Dataset entries
┄┄┄┄┄┄┄┄┄┄
def attach(
    table: pd.DataFrame,
    grid: xr.DataArray,
    *,
    name: str,
    stat: str = "mean",
    window: str = "period",
    spatial: str = "nearest",
    baseline: str | tuple[int, int] | None = None,
    mmm: float | xr.DataArray | None = None,
    time_weights: Literal["duration", "equal"] = "duration",
    min_coverage: float = 0.5,
    threshold: float | None = None,
    cache_dir: str | None = None,
    progress: bool | None = None,
) -> pd.DataFrame:
    """Attach one covariate to every row of a located table.

    Parameters
    ----------
    table : pandas.DataFrame
        Rows with the columns of the locate stage: ``site_lat``, ``site_lon``
        (degrees), ``period_start``, ``period_end`` (ISO dates, inclusive); optional
        ``locate_status`` (rows ``rejected`` get NaN) and ``site_wkt`` (polygon WKT in
        lon/lat, used by ``spatial="polygon"``).
    grid : xarray.DataArray
        A normalised grid (see :mod:`envlink.testing`), e.g. from
        :func:`envlink.open_grid`; may be lazy (dask or file-backed).
    name : str
        The covariate's column name C.
    stat : str, default "mean"
        ``mean``, ``min``, ``max``, ``sum``, ``std``, ``quantile:Q``, ``above:T``,
        ``degree-days:T``, ``anomaly``, ``mmm``, ``dhw-max``.
    window : str, default "period"
        ``period``, ``lag:N{D|M|Y}``, ``before-start:N…``, ``after-end:N…``,
        ``around-mid:N…``.
    spatial : str, default "nearest"
        ``nearest``, ``bilinear``, ``nearest-valid:Dkm``, ``buffer:Rkm``, ``polygon``.
    baseline : str, optional
        ``"YYYY-YYYY"`` (inclusive years) for ``anomaly``, ``mmm`` and ``dhw-max``;
        default the grid's whole span (recorded in provenance).
    mmm : float or xarray.DataArray, optional
        For ``dhw-max`` only: the maximum monthly mean in °C, or a static climatology
        with dims ``(lat, lon)`` sampled at the nearest cell.
    time_weights : {"duration", "equal"}
        How time steps count (DESIGN.md §4).
    min_coverage : float, default 0.5
        Fraction of the window's days that must have data for a value; below it the
        value is NaN with flag ``below_min_coverage``. For ``nearest-valid`` a cell is
        valid when its coverage reaches this (and is above zero).
    threshold : float, optional
        T for ``stat="above"`` / ``"degree-days"`` given without ``:T``.
    cache_dir : path-like, optional
        Cache results there (see :mod:`envlink.extract.cache`); default no cache.
    progress : bool, optional
        Show a progress bar on stderr; default when the table has 20,000 rows or more.

    Returns
    -------
    pandas.DataFrame
        A new table: every input row in order, every input column unchanged, plus
        ``C`` (float64), ``C_flags``, ``C_cell_lat``, ``C_cell_lon``,
        ``C_distance_km``, ``C_coverage``; provenance in ``attrs["envlink"][C]``.

    Examples
    --------
    >>> import pandas as pd
    >>> from envlink.testing import make_grid
    >>> g = make_grid(np.arange(12.0).reshape(3, 2, 2), lat=[0.5, 1.5], lon=[0.5, 1.5])
    >>> t = pd.DataFrame({"site_lat": [1.2, 9.0], "site_lon": [0.1, 0.1],
    ...                   "period_start": ["2000-01-01"] * 2, "period_end": ["2000-02-29"] * 2})
    >>> out = attach(t, g, name="sst")
    >>> out["sst"].round(4).tolist(), out["sst_flags"].tolist()  # (31*2 + 29*6) / 60
    ([3.9333, nan], ['', 'outside_grid'])
    """
    caller = "attach"
    if not isinstance(table, pd.DataFrame):
        raise param_error("table", caller, "a pandas DataFrame", type(table).__name__)
    if not isinstance(grid, xr.DataArray):
        raise param_error("grid", caller, "an xarray.DataArray in envlink's normalised form (envlink.open_grid)", type(grid).__name__)
    if not isinstance(name, str) or not name.strip():
        raise param_error("name", caller, "a non-empty column name", name)
    clash = [name + s for s in SUFFIXES if name + s in table.columns]
    if clash:
        raise InputError(f"The table already has column {clash[0]!r}; choose another --name so no input column is overwritten.")
    st, win, sp_rule = parse_stat(stat, threshold), parse_window(window), parse_spatial(spatial)
    if threshold is not None and st.kind not in ("above", "degree-days"):
        raise param_error("threshold", caller, "given only with stat 'above' or 'degree-days'", threshold)
    if threshold is not None and st.threshold is not None and float(threshold) != st.threshold:
        raise param_error("threshold", caller, f"left out, or equal to the T of stat={stat!r}", threshold)
    base_years = parse_baseline(baseline)
    if time_weights not in ("duration", "equal"):
        raise param_error("time_weights", caller, "'duration' or 'equal'", time_weights)
    try:
        min_cov = float(min_coverage)
    except (TypeError, ValueError):
        raise param_error("min_coverage", caller, "a fraction from 0 to 1", min_coverage) from None
    if not 0.0 <= min_cov <= 1.0:
        raise param_error("min_coverage", caller, "a fraction from 0 to 1", min_coverage)
    if mmm is not None and st.kind != "dhw-max":
        raise param_error("mmm", caller, "given only with stat='dhw-max'", mmm)
    if mmm is not None and not isinstance(mmm, xr.DataArray):
        mmm_allowed = "a finite number in degC or a DataArray with dims (lat, lon)"
        if isinstance(mmm, bool | np.bool_):
            raise param_error("mmm", caller, mmm_allowed, mmm)
        try:
            mmm = float(mmm)
        except (TypeError, ValueError):
            raise param_error("mmm", caller, mmm_allowed, mmm) from None
        if not np.isfinite(mmm):
            raise param_error("mmm", caller, mmm_allowed, mmm)
    require_columns(table, ["site_lat", "site_lon", "period_start", "period_end"], what="table (run envlink.locate first)")

    geom = GridGeometry(grid)
    calendar = str(grid.attrs.get("calendar", "standard"))
    steps = Steps.from_grid(grid, calendar)
    if st.kind == "dhw-max" and not np.allclose(np.median(steps.length), 1.0, atol=0.01):
        raise InputError(f"stat 'dhw-max' needs a daily grid; this grid's steps are {np.median(steps.length):g} days long.")
    if base_years is None:
        b0, b1 = float(steps.t0[0]), float(steps.t1[-1])
        base_label = f"{int(steps.year[0])}-{int(steps.year[-1])} (grid span)"
    else:
        b0, b1 = baseline_window(base_years, calendar)
        base_label = f"{base_years[0]}-{base_years[1]}"
    in_base = (steps.t0 >= b0) & (steps.t1 <= b1)
    if st.kind in ("anomaly", "mmm", "dhw-max") and not in_base.any():
        raise InputError(f"The baseline {base_label} holds no time step of the grid (it covers {int(steps.year[0])}-{int(steps.year[-1])}).")

    n = len(table)
    options = {
        "stat": st.label(), "window": win.label(), "spatial": sp_rule.label(), "baseline": base_label,
        "mmm": (mmm if not isinstance(mmm, xr.DataArray) else "grid:" + str(mmm.attrs.get("envlink_identity", mmm.name))),
        "time_weights": time_weights, "min_coverage": min_cov, "calendar": calendar,
    }
    if isinstance(mmm, xr.DataArray):
        options["mmm_hash"] = hashlib.sha256(np.ascontiguousarray(mmm.values).tobytes()).hexdigest()
    prov = {
        "grid_identity": _identity(grid), "variable": grid.attrs.get("envlink_variable", grid.name),
        "units": _UNITS.get(st.kind, "{u}").format(u=grid.attrs.get("units", "")), **options,
        "software": _versions(),
    }
    key = _cache.request_key(grid, table, options) if cache_dir is not None else None
    cached = _cache.load(cache_dir, key, n) if key is not None and cache_dir is not None else None
    if cached is not None:
        prov["cache"] = "hit"
        return _assemble(table, name, cached, prov)

    lat = pd.to_numeric(table["site_lat"], errors="coerce").to_numpy(dtype=np.float64, na_value=np.nan)
    lon = pd.to_numeric(table["site_lon"], errors="coerce").to_numpy(dtype=np.float64, na_value=np.nan)
    lat = np.where(np.isfinite(lat) & (np.abs(lat) <= 90.0), lat, np.nan)
    fin = np.isfinite(lon)
    lon = np.where(fin, np.mod(np.where(fin, lon, 0.0) + 180.0, 360.0) - 180.0, np.nan)
    rejected = (
        (table["locate_status"].astype("string") == "rejected").fillna(False).to_numpy(dtype=bool)
        if "locate_status" in table
        else np.zeros(n, dtype=bool)
    )
    wins = row_windows(table["period_start"], table["period_end"], win, calendar)
    flags = RowFlags(n)
    site_ok = ~rejected & np.isfinite(lat) & np.isfinite(lon)
    period_ok = wins.ok | (st.kind == "mmm")
    flags.add(~site_ok, "site_rejected")
    flags.add(site_ok & ~period_ok, "no_period")
    flags.add(wins.clipped, "date_clipped_to_calendar")
    active = site_ok & period_ok
    wkt = table["site_wkt"].astype("string").fillna("").to_numpy() if "site_wkt" in table else np.full(n, "")
    wkt = wkt.astype(str)
    gap = _in_lon_gap(geom, lon) & active
    if sp_rule.kind == "polygon" and _lon_gaps(geom):
        has_wkt = np.char.str_len(np.char.strip(wkt)) > 0
        gap = np.where(has_wkt, _polygon_in_lon_gap(geom, wkt, active & has_wkt), gap)
    flags.add(gap, "outside_grid")
    active &= ~gap
    ws = np.where(wins.ok, wins.start, b0)
    we = np.where(wins.ok, wins.end, b1)
    if st.kind == "mmm":
        ws, we = np.full(n, b0), np.full(n, b1)
    spans = row_spans(steps, ws, we)
    off_time = active & ~spans.has
    flags.add(off_time, "outside_grid_time")
    active &= spans.has

    if sp_rule.kind == "polygon":
        srcs = area_sources(geom, lat, lon, wkt, active)
    else:
        srcs = point_sources(geom, lat, lon, active, sp_rule.kind, sp_rule.km)
    flags.extend(srcs.row_flags)
    show = progress
    if sp_rule.kind == "nearest-valid":
        km = float(sp_rule.km or 0.0)
        X, srcs = nearest_valid(grid, geom, steps, spans, srcs, lat, lon, active, km, min_cov, flags, show)
        xrow = np.arange(srcs.cells.size)
    else:
        cells, xrow = np.unique(srcs.cells, return_inverse=True)
        with _progress(show, n, cells.size, f"attach {name}: reading cells") as bar:
            X = read_cells(grid, cells, progress=bar.update)
    said = flags.has("outside_grid") | flags.has("no_valid_cell", prefix=True)
    flags.add(active & (srcs.row_src < 0) & ~said, "outside_grid")
    value, cov, extra = compute_values(
        X, xrow.ravel(), srcs, steps, spans, st, time_weights, in_base, mmm, geom, sp_rule.kind
    )
    cov = np.where(active & (srcs.row_src >= 0), cov, 0.0)
    flags.extend(extra)
    got = active & (srcs.row_src >= 0)
    low = got & (cov < min_cov) & (cov > 0)
    no_data = got & (cov == 0)
    if st.kind == "anomaly" and no_data.any():
        # the cell has data, but no step of the window has a baseline value for its
        # calendar month / day (e.g. 29 February against a baseline of common years)
        _, raw_cov, _ = compute_values(
            X, xrow.ravel(), srcs, steps, spans, StatSpec("mean"), time_weights, in_base, None, geom, "nearest"
        )
        no_base = no_data & (raw_cov > 0)
        flags.add(no_base, "no_baseline_in_window")
        no_data &= ~no_base
    flags.add(no_data, "no_data_in_window")
    flags.add(got & (cov > 0) & (cov < 1.0 - 1e-9), "partial_coverage")
    flags.add(low, "below_min_coverage")
    value = np.where(got & ~low & (cov > 0), value, np.nan)
    if st.kind == "dhw-max" and spans.has.any():
        short = active & (ws - steps.t0[0] < 83)
        flags.add(short, "dhw_short_history")
    cla, clo = geom.cell_latlon(np.where(got, srcs.row_cell, -1))
    arrays = {
        "value": value.astype(np.float64), "cell_lat": cla, "cell_lon": clo,
        "distance_km": np.where(got, srcs.row_dist, np.nan), "coverage": np.where(active, cov, np.nan),
        "flags": flags.render().astype(str),
    }
    if key is not None and cache_dir is not None:
        stored = _cache.save(cache_dir, key, arrays)
        prov["cache"] = "stored" if stored is not None else "not stored"
    return _assemble(table, name, arrays, prov)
┄┄┄┄┄┄┄┄┄┄
The problem: Where a line above contains the string "import", copy that line.

Response to the task:
    >>> import pandas as pd
    >>> from envlink.testing import make_grid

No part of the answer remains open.